■ **Description of the task**
Would you please return the lines of the entries below starting at the line that has "CHUNK = 500" and ending at the line that has "author: tuple[str, str]", both included, exactly as they are?

■ **Supplied entries**
--------------------------------------------------

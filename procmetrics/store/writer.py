"""Bulk loader: the only module that writes to the store.

Interruption design
-------------------
Every mining run gets a ``mining_run`` row (status ``running``) and every
commit row carries its ``run_id``. Commits are written in batches, one
transaction per batch, and ``repository.tip_hash`` only moves (together with
``status = 'complete'``) in the run's final transaction. A run that dies at
any point therefore leaves whole batches of a ``running``/``failed`` run and
an unchanged tip. The next run first calls :meth:`StoreWriter.cleanup_incomplete`,
which deletes every row belonging to commits of those runs (and marks the runs
``failed``), prunes the path->subsystem rows nobody needs any more, and then
mines from the unchanged tip - so it ends with exactly the store a clean run
gives. Links of older runs that the dead run had re-resolved are re-resolved
again because their target is no longer stored or their status is not final.

Indexes (``schema.INDEXES``) are dropped before the first bulk load into an
empty store and rebuilt after it (``ensure_indexes`` also runs at the start of
every run, so an interrupted first load gets them back). The unique
(repo_id, hash) index stays: prefix look-ups need it.

Commit ids are assigned here (max + 1 inside the batch transaction, after
taking the store's write lock, so miners of different repositories can share
a store); :mod:`procmetrics.store.runlock` keeps a second run of the SAME
repository out. Status values of ``mining_run``: ``running``, ``complete``,
``failed`` (message says why; ``rows removed: ...`` once cleaned) and
``superseded`` (its rows were deleted by a re-mine after a rewrite).
"""
from __future__ import annotations

import time
from typing import Iterable, NamedTuple, Sequence

from sqlalchemy import and_, bindparam, delete, exists, func, insert, or_, select, update
from sqlalchemy.engine import Connection, Engine
from sqlalchemy.schema import CreateIndex, DropIndex

from procmetrics.store import schema as s

CHUNK = 500
MANY_REFS = 20000     # above this many short references, scan stored hashes once


class FileRow(NamedTuple):
    path: str
    old_path: str | None
    change_type: str
    lines_added: int | None
    lines_deleted: int | None
    is_binary: bool | None


class TrailerRow(NamedTuple):
    key: str
    raw_key: str
    value: str
    person: tuple[str, str] | None      # (name, e-mail)


class FixRow(NamedTuple):
    ref_hash: str
    cited_subject: str | None
    in_trailer_block: bool
    raw_text: str


class CommitRow(NamedTuple):
    hash: str
    parents: tuple[str, ...]
    author: tuple[str, str]
    committer: tuple[str, str]
    author_time: int
    author_offset_min: int
    committer_time: int
    committer_offset_min: int
    subject: str
    message: str
    stable_request: bool
    message_was_utf8: bool
    files: Sequence[FileRow]
    trailers: Sequence[TrailerRow]
    fixes: Sequence[FixRow]
    reverts: Sequence[str]
    unparsed: Sequence[tuple[str, str]]


class TagRow(NamedTuple):
    name: str
    commit_hash: str
    tag_time: int | None
    tag_offset_min: int | None
    is_annotated: bool


class LinkRow(NamedTuple):
    """A fix (``kind='fix'``, key = position) or revert (key = ref hash) reference."""

    kind: str
    commit_id: int
    key: int | str
    ref_hash: str
    citing_hash: str
    cited_subject: str | None
    status: str
    target: str | None
    target_stored: bool
    is_new: bool


_COLUMNS = {
    s.commit.name: ("commit_id", "repo_id", "run_id", "hash", "author_id", "committer_id",
                    "author_time", "author_offset_min", "committer_time",
                    "committer_offset_min", "subject", "message", "n_parents", "is_merge",
                    "stable_request", "message_was_utf8"),
    s.commit_parent.name: ("commit_id", "position", "parent_hash"),
    s.file_change.name: ("commit_id",) + FileRow._fields,
    s.trailer.name: ("commit_id", "position", "key", "raw_key", "value", "person_id"),
    s.fix_link.name: ("commit_id", "position", "ref_hash", "status", "introducer_hash",
                      "cited_subject", "subject_match", "in_trailer_block", "raw_text"),
    s.revert_link.name: ("commit_id", "ref_hash", "status", "reverted_hash"),
    s.unparsed_reference.name: ("commit_id", "kind", "raw_text"),
}


def _bulk_insert(conn: Connection, table, columns: Sequence[str], rows: list[tuple]) -> None:
    """executemany of plain tuples straight to the driver (SQLAlchemy's per-row parameter
    processing costs more than SQLite's insert itself); other paramstyles use Core."""
    if not rows:
        return
    mark = {"qmark": "?", "format": "%s", "pyformat": "%s"}.get(conn.dialect.paramstyle)
    if mark is None:
        conn.execute(insert(table), [dict(zip(columns, r)) for r in rows])
        return
    q = conn.dialect.identifier_preparer.quote
    sql = (f"INSERT INTO {q(table.name)} ({', '.join(q(c) for c in columns)}) "
           f"VALUES ({', '.join([mark] * len(columns))})")
    conn.exec_driver_sql(sql, rows)


def _chunks(items: Sequence, size: int = CHUNK) -> Iterable[Sequence]:
    for i in range(0, len(items), size):
        yield items[i:i + size]
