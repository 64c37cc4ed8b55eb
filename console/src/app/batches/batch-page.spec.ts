import { OverlayContainer } from '@angular/cdk/overlay';
import { HttpTestingController } from '@angular/common/http/testing';
import { type ComponentFixture, TestBed } from '@angular/core/testing';
import { Subject } from 'rxjs';
import { afterEach, describe, expect, it, vi } from 'vitest';

import type { Batch, Role } from '../core/api-types.js';
import { pageSpecProviders } from '../core/page-spec-providers.js';
import { alderRowJob, alderRowJobDone } from './batch-fixtures.js';
import { BatchPage } from './batch-page.js';
import { POLL_WAIT } from '../core/poll.js';

const JOB = alderRowJob();
const SELF = `/v1/batches/${JOB.id}`;

describe('BatchPage', () => {
  let fixture: ComponentFixture<BatchPage>;
  let http: HttpTestingController;
  let clock: Subject<void>;
  let waits: number[];

  async function render(role: Role, first: Batch = JOB, retryAfter = '2'): Promise<void> {
    clock = new Subject<void>();
    waits = [];
    const wait = (ms: number) => {
      waits.push(ms);
      return clock.asObservable();
    };
    TestBed.configureTestingModule({ providers: [...pageSpecProviders(role), { provide: POLL_WAIT, useValue: wait }] });
    http = TestBed.inject(HttpTestingController);
    fixture = TestBed.createComponent(BatchPage);
    fixture.componentRef.setInput('batchId', JOB.id);
    await fixture.whenStable();
    http.expectOne(SELF).flush(first, { headers: { 'Retry-After': retryAfter } });
    await settle();
  }

  afterEach(() => http.verify());

  const page = () => fixture.nativeElement as HTMLElement;
  const overlay = () => TestBed.inject(OverlayContainer).getContainerElement();
  const text = (testid: string) => page().querySelector(`[data-testid="${testid}"]`)?.textContent?.replace(/\s+/g, ' ').trim();
  const settle = async () => {
    await new Promise((resolve) => setTimeout(resolve, 0));
    await fixture.whenStable();
  };
  const tick = async () => {
    clock.next();
    await settle();
  };

  it('watches a running job as Retry-After says and stops asking once it has ended', async () => {
    await render('viewer', JOB, '3');
    expect(text('batch-title')).toBe('Alder Row, plots 1-24');
    expect(text('batch-progress')).toBe('6 of 24 rows answered (25%) · 3 rows/s · 6 s left');
    expect(waits).toEqual([3000]);

    await tick();
    http.expectOne(SELF).flush(alderRowJob({ rows: { ...JOB.rows, done: 18, ok: 16 }, progress: 0.75, etaSeconds: 2 }), { headers: { 'Retry-After': '2' } });
    await settle();
    expect(text('batch-progress')).toContain('18 of 24 rows answered (75%)');

    await tick();
    http.expectOne(SELF).flush(alderRowJobDone());
    await settle();
    expect(text('batch-status')).toBe('Finished');
    expect(text('batch-progress')).toBe('24 of 24 rows answered (100%)');
    expect(clock.observed).toBe(false); // no timer left running
    await tick();
    http.expectNone(SELF);
  });

  it('stops asking when the page is left while the job still runs', async () => {
    await render('viewer');
    expect(clock.observed).toBe(true);
    fixture.destroy();
    expect(clock.observed).toBe(false);
    clock.next();
    http.expectNone(SELF);
  });

  it('asks before cancelling, naming the job, and cancels only when confirmed', async () => {
    await render('estimator');
    (page().querySelector('[data-testid="batch-cancel"]') as HTMLButtonElement).click();
    await settle();
    expect(overlay().querySelector('[data-testid="cancel-title"]')?.textContent).toContain('Cancel “Alder Row, plots 1-24”?');
    const keep = [...overlay().querySelectorAll('button')].find((b) => b.textContent?.includes('Keep it running'))!;
    keep.click();
    await settle();
    http.expectNone(`${SELF}/cancel`);

    (page().querySelector('[data-testid="batch-cancel"]') as HTMLButtonElement).click();
    await settle();
    (overlay().querySelector('[data-testid="cancel-confirm"]') as HTMLButtonElement).click();
    await settle();
    const cancel = http.expectOne(`${SELF}/cancel`);
    expect(cancel.request.method).toBe('POST');
    cancel.flush(alderRowJob({ status: 'cancelled', stopReason: 'cancelled', etaSeconds: null, finishedAt: '2026-12-02T09:00:04.000Z' }));
    await settle();
    expect(text('batch-status')).toBe('Cancelled');
    expect(page().querySelector('[data-testid="batch-cancel"]')).toBeNull(); // only while it runs
    expect(clock.observed).toBe(false);
  });

  it('offers a viewer the downloads but no cancel', async () => {
    await render('viewer');
    expect(page().querySelector('[data-testid="batch-cancel"]')).toBeNull();
    expect(page().querySelector('[data-testid="download-csv"]')).not.toBeNull();
  });

  it('offers no cancel for a job that has ended', async () => {
    await render('admin', alderRowJobDone());
    expect(page().querySelector('[data-testid="batch-cancel"]')).toBeNull();
    expect(waits).toEqual([]); // final at the first answer: never asked again
  });

  it('downloads the results CSV and the error report through the API', async () => {
    await render('viewer', alderRowJobDone());
    const created = vi.spyOn(URL, 'createObjectURL').mockReturnValue('blob:batch');
    const click = vi.spyOn(HTMLAnchorElement.prototype, 'click').mockImplementation(() => undefined);
    try {
      (page().querySelector('[data-testid="download-csv"]') as HTMLButtonElement).click();
      const results = http.expectOne((r) => r.url === `${SELF}/results`);
      expect(results.request.params.get('format')).toBe('csv');
      expect(results.request.responseType).toBe('blob');
      results.flush(new Blob(['row,ref,status\r\n']), { headers: { 'Content-Disposition': 'attachment; filename="alder-row-results.csv"' } });
      await settle();
      expect((click.mock.contexts[0] as HTMLAnchorElement).download).toBe('alder-row-results.csv');

      (page().querySelector('[data-testid="download-errors"]') as HTMLButtonElement).click();
      const errors = http.expectOne((r) => r.url === `${SELF}/errors`);
      expect(errors.request.params.get('format')).toBe('csv');
      errors.flush(new Blob(['row,ref,status\r\n']));
      await settle();
      expect((click.mock.contexts[1] as HTMLAnchorElement).download).toBe('treadwise-batch-3d1f7c2a-errors.csv');
    } finally {
      created.mockRestore();
      click.mockRestore();
    }
  });

  it('shows the problem when the job cannot be found', async () => {
    clock = new Subject<void>();
    TestBed.configureTestingModule({ providers: [...pageSpecProviders('viewer'), { provide: POLL_WAIT, useValue: () => clock }] });
    http = TestBed.inject(HttpTestingController);
    fixture = TestBed.createComponent(BatchPage);
    fixture.componentRef.setInput('batchId', 'missing');
    await fixture.whenStable();
    http.expectOne('/v1/batches/missing').flush({ title: 'Not found', status: 404, detail: 'No such batch job in this organisation.' }, { status: 404, statusText: 'Not Found' });
    await settle();
    expect(text('batch-failed')).toContain('No such batch job in this organisation.');
  });
});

--------------------------------------------------

■ **Your response**
CHUNK = 500
MANY_REFS = 20000     # above this many short references, scan stored hashes once


class FileRow(NamedTuple):
    path: str
    old_path: str | None
    change_type: str
    lines_added: int | None
    lines_deleted: int | None
    is_binary: bool | None


class TrailerRow(NamedTuple):
    key: str
    raw_key: str
    value: str
    person: tuple[str, str] | None      # (name, e-mail)


class FixRow(NamedTuple):
    ref_hash: str
    cited_subject: str | None
    in_trailer_block: bool
    raw_text: str


class CommitRow(NamedTuple):
    hash: str
    parents: tuple[str, ...]
    author: tuple[str, str]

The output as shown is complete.